The Mountainlair, commonly called "the Lair" by students, is the three-floor student union building at West Virginia University. The current building dates to 1968 and replaced an earlier structure built in 1948. The Mountainlair is also the site of American sculptor Donald De Lue's 1971 statue The Mountaineer, a bronze representation of West Virginia University's Mountaineer mascot.

==Description==
The student union offers many services to students including an information desk, lounges, a post office, bank, movie theater, bowling alley, pool hall, video game arcade, cafeteria, and several chain restaurants. Along with these recreational facilities, the Mountainlair is also home to a large events ballroom, several meeting and conference rooms, and many administrative offices of the university. In addition, The Student Government Association (SGA) and other student organizations of special interest hold offices in the Student Organization Wing (SOW) of the Mountainlair, including the Hockey Club, Muslim Student Organizations, and Alpha Phi Omega National Service Fraternity. The Mountainlair's north wing additionally houses a coffee shop and the campus's main bookstore (managed and stocked by Barnes & Noble) and university shop. Located behind the main building is the Mountainlair parking garage, containing 245 short-term spaces and additional space for long-term.
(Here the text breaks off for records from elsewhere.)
/**
 * A Parquet file written a batch at a time, for tables too large to hold: every column is
 * REQUIRED (no nulls; NaN floats are written as NaN), rows are buffered until a row group is
 * full, and the file appears under its name only when `finish` succeeds (written to a
 * temporary name first, as `writeParquet` does). `abort` removes the temporary file.
 */
export class ParquetStreamWriter {
  private readonly tmp: string;
  private readonly writer: ParquetWriter;
  private readonly rowGroupRows: number;
  private pending: (unknown[] | Float64Array)[][] = [];
  private pendingRows = 0;
  private done = false;

  constructor(
    private readonly filePath: string,
    private readonly columns: Column[],
    opts: WriteParquetOptions = {},
  ) {
    this.tmp = path.join(path.dirname(filePath), `.posterity-tmp-${process.pid}-${path.basename(filePath)}`);
    const schema: SchemaElement[] = [{ name: 'root', num_children: columns.length }, ...columns.map((c) => columnSource({ ...c, values: (c.kind === 'string' ? [] : new Float64Array(0)) as never }, 0).schema)];
    for (const s of schema.slice(1)) s.repetition_type = 'REQUIRED';
    const colMeta = columns.map((c) => ({ name: c.name, ...(c.unit && { unit: c.unit }), ...(c.description && { description: c.description }), ...(c.ucd && { ucd: c.ucd }) }));
    const kvMetadata = [{ key: COLUMNS_KEY, value: JSON.stringify(colMeta) }, ...Object.keys(opts.metadata ?? {}).sort().map((key) => ({ key, value: opts.metadata![key]! }))];
    this.rowGroupRows = Math.max(1, opts.rowGroupRows ?? 65536);
    this.writer = new ParquetWriter({ writer: fileWriter(this.tmp), schema: schema as never, kvMetadata, createdBy: 'posterity', codec: opts.compress === false ? 'UNCOMPRESSED' : 'SNAPPY', statistics: opts.statistics ?? true });
  }

  /** Append rows: one array per column, in the constructor's order, all of the same length. */
  async write(values: (unknown[] | Float64Array)[]): Promise<void> {
    if (values.length !== this.columns.length) throw ioError({ message: 'wrong number of columns in a batch', file: this.filePath, expected: String(this.columns.length), got: String(values.length) });
    const len = values[0]?.length ?? 0;
    values.forEach((v, j) => {
      if (v.length !== len) throw ioError({ message: 'columns of a batch have different lengths', file: this.filePath, column: this.columns[j].name, expected: String(len), got: String(v.length) });
    });
    this.pending.push(values);
    this.pendingRows += len;
    if (this.pendingRows >= this.rowGroupRows) await this.flush();
  }

  private async flush(): Promise<void> {
    if (!this.pendingRows) return;
    const data = this.columns.map((c, j) => {
      if (c.kind === 'string') return this.pending.flatMap((p) => p[j] as unknown[]);
      const out = c.kind === 'float32' ? new Float32Array(this.pendingRows) : new Float64Array(this.pendingRows);
      let o = 0;
      for (const p of this.pending) {
        out.set(p[j] as Float64Array, o);
        o += p[j].length;
      }
      return out;
    });
    const rows = this.pendingRows;
    this.pending = [];
    this.pendingRows = 0;
    try {
      await this.writer.write({ columnData: this.columns.map((c, j) => ({ name: c.name, data: data[j] as never })), rowGroupSize: rows });
    } catch (e) {
      throw wrap(e, this.filePath, 'cannot write Parquet file');
    }
  }

  async finish(): Promise<void> {
    if (this.done) return;
    await this.flush();
    try {
      await this.writer.finish();
      this.done = true;
      await rename(this.tmp, this.filePath);
    } catch (e) {
      await rm(this.tmp, { force: true });
      throw wrap(e, this.filePath, 'cannot write Parquet file');
    }
  }

  async abort(): Promise<void> {
    this.done = true;
    await rm(this.tmp, { force: true });
  }
}
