TEST_CASE("The file is a WAL-mode SQLite database marked with the schema version, the seed as decimal text",
          "[store]") {
    TempDir dir;
    const std::string path = dir.file("stor26.pwdb");
    Store s = make_store(path);
    RawDb raw(path);
    // SQLite docs: PRAGMA journal_mode answers the mode in force; the mode is persistent for WAL.
    CHECK(raw.one("PRAGMA journal_mode") == "wal");
    CHECK(raw.one("PRAGMA user_version") == std::to_string(store_schema_version()));
    // The seed above INT64_MAX, stored as its decimal digits (docs/schema.md).
    CHECK(raw.one("SELECT typeof(seed), seed FROM trial") == "text|18446744073709551557");
    // STRICT tables (sqlite.org/stricttables.html) are listed with strict = 1 by PRAGMA table_list.
    CHECK(raw.one("SELECT count(*) FROM pragma_table_list WHERE schema = 'main' AND name IN "
                  "('trial','treatment','trait','plot','observation','plot_event') AND strict = 1") == "6");
}

TEST_CASE("A trial laid out by the design engine is stored and read back", "[store]") {
    TempDir dir;
    const std::string path = dir.file("designed.pwdb");
    const TrialSpec sp = spec();
    const Layout designed = design_trial(sp, 42);
    { Store s = Store::create(path, kSpecToml, "stor26.toml", sp, designed, "2026-05-02T08:00:00Z"); }
    Store s = Store::open(path);
    REQUIRE(s.trial().layout.plots.size() == designed.plots.size());
    for (std::size_t i = 0; i < designed.plots.size(); ++i) {
        CHECK(s.trial().layout.plots[i].id == designed.plots[i].id);
        CHECK(s.trial().layout.plots[i].treatment == designed.plots[i].treatment);
        CHECK(s.trial().layout.plots[i].x_m == designed.plots[i].x_m);
    }
    CHECK(s.trial().layout.algorithm == designed.algorithm);
}

TEST_CASE("Create refuses an existing file, names it and leaves it untouched", "[store]") {
    TempDir dir;
    const std::string path = dir.file("notes.txt");
    { std::ofstream(path) << "field notes, not a database\n"; }
    try {
        make_store(path);
        FAIL("create accepted an existing file");
    } catch (const StoreError& e) {
        CHECK_THAT(e.what(), Catch::Contains(path) && Catch::Contains("already exists"));
    }
    CHECK(read_file(path) == "field notes, not a database\n");
}

TEST_CASE("Create leaves no file behind when the layout is refused", "[store]") {
    TempDir dir;
    const std::string path = dir.file("bad.pwdb");
    Layout l = hand_layout();
    l.plots[4].treatment = 7;  // the spec has 3 treatments
    CHECK_THROWS_AS(Store::create(path, kSpecToml, "stor26.toml", spec(), l, "2026-05-02T08:00:00Z"), StoreError);
    CHECK_FALSE(std::filesystem::exists(path));
    CHECK_FALSE(std::filesystem::exists(path + "-wal"));
}

TEST_CASE("Open refuses files that are not plotwright databases, with a clear message", "[store][migration]") {
    TempDir dir;
    SECTION("a missing file") {
        const std::string path = dir.file("absent.pwdb");
        CHECK_THROWS_WITH(Store::open(path), Catch::Contains(path) && Catch::Contains("no such file"));
        CHECK_FALSE(std::filesystem::exists(path));
    }
    SECTION("a file that is not SQLite") {
        // Not an SQLite file: the header string "SQLite format 3\0" (sqlite.org/fileformat.html) is absent.
        const std::string path = dir.file("plots.csv");
        { std::ofstream(path) << std::string(200, 'x') << "plot,block\r\n101,1\r\n" << std::string(4096, 'y'); }
        CHECK_THROWS_WITH(Store::open(path), Catch::Contains(path) && Catch::Contains("not an SQLite database"));
    }
    SECTION("an SQLite database at user_version 0 with no tables") {
        const std::string path = dir.file("empty.sqlite");
        {
            RawDb raw(path, SQLITE_OPEN_READWRITE | SQLITE_OPEN_CREATE);
            REQUIRE(raw.exec("CREATE TABLE scratch (a); DROP TABLE scratch;").first == SQLITE_OK);
        }
        CHECK_THROWS_WITH(Store::open(path), Catch::Contains("not a plotwright database"));
    }
    SECTION("another program's SQLite database") {
        const std::string path = dir.file("other.sqlite");
        {
            RawDb raw(path, SQLITE_OPEN_READWRITE | SQLITE_OPEN_CREATE);
            REQUIRE(raw.exec("CREATE TABLE plot (id INTEGER PRIMARY KEY); PRAGMA user_version = 1;").first ==
                    SQLITE_OK);
        }
        CHECK_THROWS_WITH(Store::open(path), Catch::Contains("not a plotwright database"));
    }
}

TEST_CASE("Open refuses a database written by a newer schema and leaves it as it is", "[store][migration]") {
    TempDir dir;
    const std::string path = dir.file("future.pwdb");
    { Store s = make_store(path); }
    const int newer = store_schema_version() + 1;
    {
        RawDb raw(path);
        REQUIRE(raw.exec("PRAGMA user_version = " + std::to_string(newer)).first == SQLITE_OK);
    }
    CHECK_THROWS_WITH(Store::open(path), Catch::Contains("schema version " + std::to_string(newer)) &&
                                             Catch::Contains("newer"));
    RawDb raw(path, SQLITE_OPEN_READONLY);
    CHECK(raw.one("PRAGMA user_version") == std::to_string(newer));
}

TEST_CASE("A database marked as plotwright but holding no schema is refused", "[store][migration]") {
    TempDir dir;
    const std::string path = dir.file("half.pwdb");
    {
        RawDb raw(path, SQLITE_OPEN_READWRITE | SQLITE_OPEN_CREATE);
        // "PLWT" as a big-endian integer, the application id plotwright writes (docs/schema.md).
        REQUIRE(raw.exec("PRAGMA application_id = 1347180372").first == SQLITE_OK);
    }
    CHECK_THROWS_WITH(Store::open(path), Catch::Contains("not a plotwright database") &&
                                             Catch::Contains("user_version 0"));
}

TEST_CASE("Observations and plot events cannot be updated or deleted, even with plain SQL", "[store][append-only]") {
    TempDir dir;
    const std::string path = dir.file("stor26.pwdb");
    Store s = make_store(path);
    const auto id = s.add_observation(obs(101, "grain_kg", "12.40", 12.4, "2026-09-20T10:00:00Z"));
    s.add_plot_event({102, PlotState::Damaged, "hail", "2026-09-20T10:01:00Z", "handheld-7", "amina"});
    const std::string before = dump(path);

    RawDb raw(path);
    // SQLite: RAISE(ABORT, msg) in a BEFORE trigger fails the statement with SQLITE_CONSTRAINT and msg.
    for (const std::string& sql : {"UPDATE observation SET value = '99.00' WHERE id = " + std::to_string(id),
                                  std::string("DELETE FROM observation"),
                                  std::string("UPDATE plot_event SET state = 'normal'"),
                                  std::string("DELETE FROM plot_event"),
                                  std::string("UPDATE plot SET treatment = 0 WHERE id = 101"),
                                  std::string("DELETE FROM trial")}) {
        CAPTURE(sql);
        auto [rc, msg] = raw.exec(sql);
        CHECK(rc == SQLITE_CONSTRAINT);
        CHECK_THAT(msg, Catch::Contains("append-only") || Catch::Contains("fixed once created"));
    }
    CHECK(dump(path) == before);
}
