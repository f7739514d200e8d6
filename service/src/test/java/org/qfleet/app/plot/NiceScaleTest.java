package org.qfleet.app.plot;

import static org.assertj.core.api.Assertions.assertThat;
import static org.assertj.core.api.Assertions.within;

import org.junit.jupiter.api.Test;
import org.qfleet.sweep.FrequencyUnit;

class NiceScaleTest {

    @Test
    void unitRangeGetsTicksEveryFifth() {
        // Heckbert's rule: range 1 is nice already; 1/5 rounds to the nice step 0.2.
        NiceScale s = NiceScale.covering(0, 1, 6);

        assertThat(s.step()).isCloseTo(0.2, within(1e-15));
        double[] ticks = s.ticks();
        assertThat(ticks).hasSize(6);
        for (int i = 0; i < ticks.length; i++) {
            assertThat(ticks[i]).isCloseTo(0.2 * i, within(1e-12));
        }
    }

    @Test
    void ticksCoverTheDataAndStepIsOneTwoOrFiveTimesAPowerOfTen() {
        double[][] ranges = {{0.13, 0.97}, {-47.3, -19.8}, {10.395e9, 10.405e9}, {-3e-4, 7e-4}, {1, 1e6}};
        for (double[] r : ranges) {
            NiceScale s = NiceScale.covering(r[0], r[1], 7);
            double mantissa = s.step() / Math.pow(10, Math.floor(Math.log10(s.step())));
            assertThat(Math.round(mantissa * 1000) / 1000.0).as("step %s", s.step()).isIn(1.0, 2.0, 5.0);
            assertThat(s.min()).isLessThanOrEqualTo(r[0]);
            assertThat(s.max()).isGreaterThanOrEqualTo(r[1]);
            assertThat(s.ticks().length).isBetween(3, 11);
        }
    }

    @Test
    void narrowSpanAtMicrowaveFrequencyIsLabelledInGigahertz() {
        // 10 MHz span: range 1e7, step 1e7 / 6 = 1.67e6 rounds to 2e6, ticks every 2 MHz.
        NiceScale s = NiceScale.covering(10.395e9, 10.405e9, 7);

        assertThat(s.step()).isEqualTo(2e6);
        assertThat(AxisUnits.forAxis(s)).isEqualTo(FrequencyUnit.GHZ);
        assertThat(s.label(s.ticks()[0], 1e9)).isEqualTo("10.394");
        assertThat(s.label(s.ticks()[1], 1e9)).isEqualTo("10.396");
    }

    @Test
    void veryNarrowSpanFallsBackToMegahertz() {
        // 100 kHz span: step 2e4 Hz would need 5 decimals in GHz but only 2 in MHz.
        NiceScale s = NiceScale.covering(10.39995e9, 10.40005e9, 7);

        assertThat(s.step()).isEqualTo(2e4);
        assertThat(AxisUnits.forAxis(s)).isEqualTo(FrequencyUnit.MHZ);
        assertThat(s.label(10_399_980_000.0, 1e6)).isEqualTo("10399.98");
    }

    @Test
    void aSingleValueStillGetsARange() {
        NiceScale s = NiceScale.covering(-20, -20, 5);

        assertThat(s.min()).isLessThan(-20);
        assertThat(s.max()).isGreaterThan(-20);
        assertThat(s.ticks()).isNotEmpty();
    }

    @Test
    void labelsNeverShowNegativeZero() {
        NiceScale s = NiceScale.covering(-1, 1, 5);

        assertThat(s.label(-0.0, 1)).isEqualTo("0.0");
    }
}
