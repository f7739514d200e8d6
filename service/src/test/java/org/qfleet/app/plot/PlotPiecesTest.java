package org.qfleet.app.plot;

import static org.assertj.core.api.Assertions.assertThat;
import static org.assertj.core.api.Assertions.within;

import org.junit.jupiter.api.Test;

/** The small helpers of the plot: geometry, text escaping, number formats, file names. */
class PlotPiecesTest {

    @Test
    void circleThroughThreePointsOfTheUnitCircle() {
        Circle c = Circle.through(1, 0, 0, 1, -1, 0);

        assertThat(c.centerRe()).isCloseTo(0, within(1e-12));
        assertThat(c.centerIm()).isCloseTo(0, within(1e-12));
        assertThat(c.radius()).isCloseTo(1, within(1e-12));
    }

    @Test
    void circleThroughPointsOnALineIsUndefined() {
        assertThat(Circle.through(0, 0, 1, 1, 2, 2)).isNull();
        assertThat(Circle.through(1, 1, 1, 1, 1, 1)).isNull();
    }

    @Test
    void textIsEscapedForXmlAndForbiddenCharactersDropped() {
        assertThat(SvgBuilder.escape("a<b & 'c' \"d\">\u0001e")).isEqualTo("a&lt;b &amp; &apos;c&apos; &quot;d&quot;&gt;e");
    }

    @Test
    void valuesShowTheDigitsTheirUncertaintySupports() {
        assertThat(ValueFormat.withUncertainty(6012.345, 45.2)).isEqualTo("6012 ± 45");
        assertThat(ValueFormat.withUncertainty(51.234, 0.87)).isEqualTo("51.23 ± 0.87");
        assertThat(ValueFormat.withUncertainty(6012.345, Double.NaN)).isEqualTo("6012");
        assertThat(ValueFormat.withUncertainty(Double.NaN, 3)).isEqualTo("n/a");
    }

    @Test
    void frequenciesUseAUnitEachForValueAndUncertainty() {
        // 1234 Hz uncertainty: two significant digits reach 1e-7 GHz, so 7 decimals.
        assertThat(ValueFormat.frequency(10.40012345e9, 1234)).isEqualTo("10.4001235 GHz ± 1.2 kHz");
        assertThat(ValueFormat.frequency(3.6e9, Double.NaN)).isEqualTo("3.6 GHz");
    }

    @Test
    void fileNamesComeFromTheLastPartOfTheSource() {
        assertThat(PlotDirectory.fileStem("lot7/unit 3.s2p")).isEqualTo("unit_3.s2p");
        assertThat(PlotDirectory.fileStem("C:\\data\\u1.s1p")).isEqualTo("u1.s1p");
        assertThat(PlotDirectory.fileStem("sweeps.jsonl:17")).isEqualTo("sweeps.jsonl_17");
        assertThat(PlotDirectory.fileStem("../..")).isEqualTo("sweep");
        assertThat(PlotDirectory.fileStem("")).isEqualTo("sweep");
        assertThat(PlotDirectory.fileStem("x".repeat(500))).hasSize(120);
    }
}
These facilities and its central location make the Mountainlair the "heart of the WVU campus."

==WVU "Up All Night"==
WVU "Up All Night" is a program designed to provide a safe environment for WVU students to socialize during weekends. The Mountainlair has hosted "Up All Night" every Friday through Saturday during the fall and spring semesters since 1998. The University provides free food and beverages, and entertainment such as movie screenings at the Gluck Theater, laser tag, game shows, astro bowling, comedy caravans, and casino night. The program has garnered national attention from other universities as a solution for reducing alcohol consumption and partying on college campuses across the country. WVU administration have been asked to speak about its success at national conferences, and estimate the program's cost at $350,000 annually.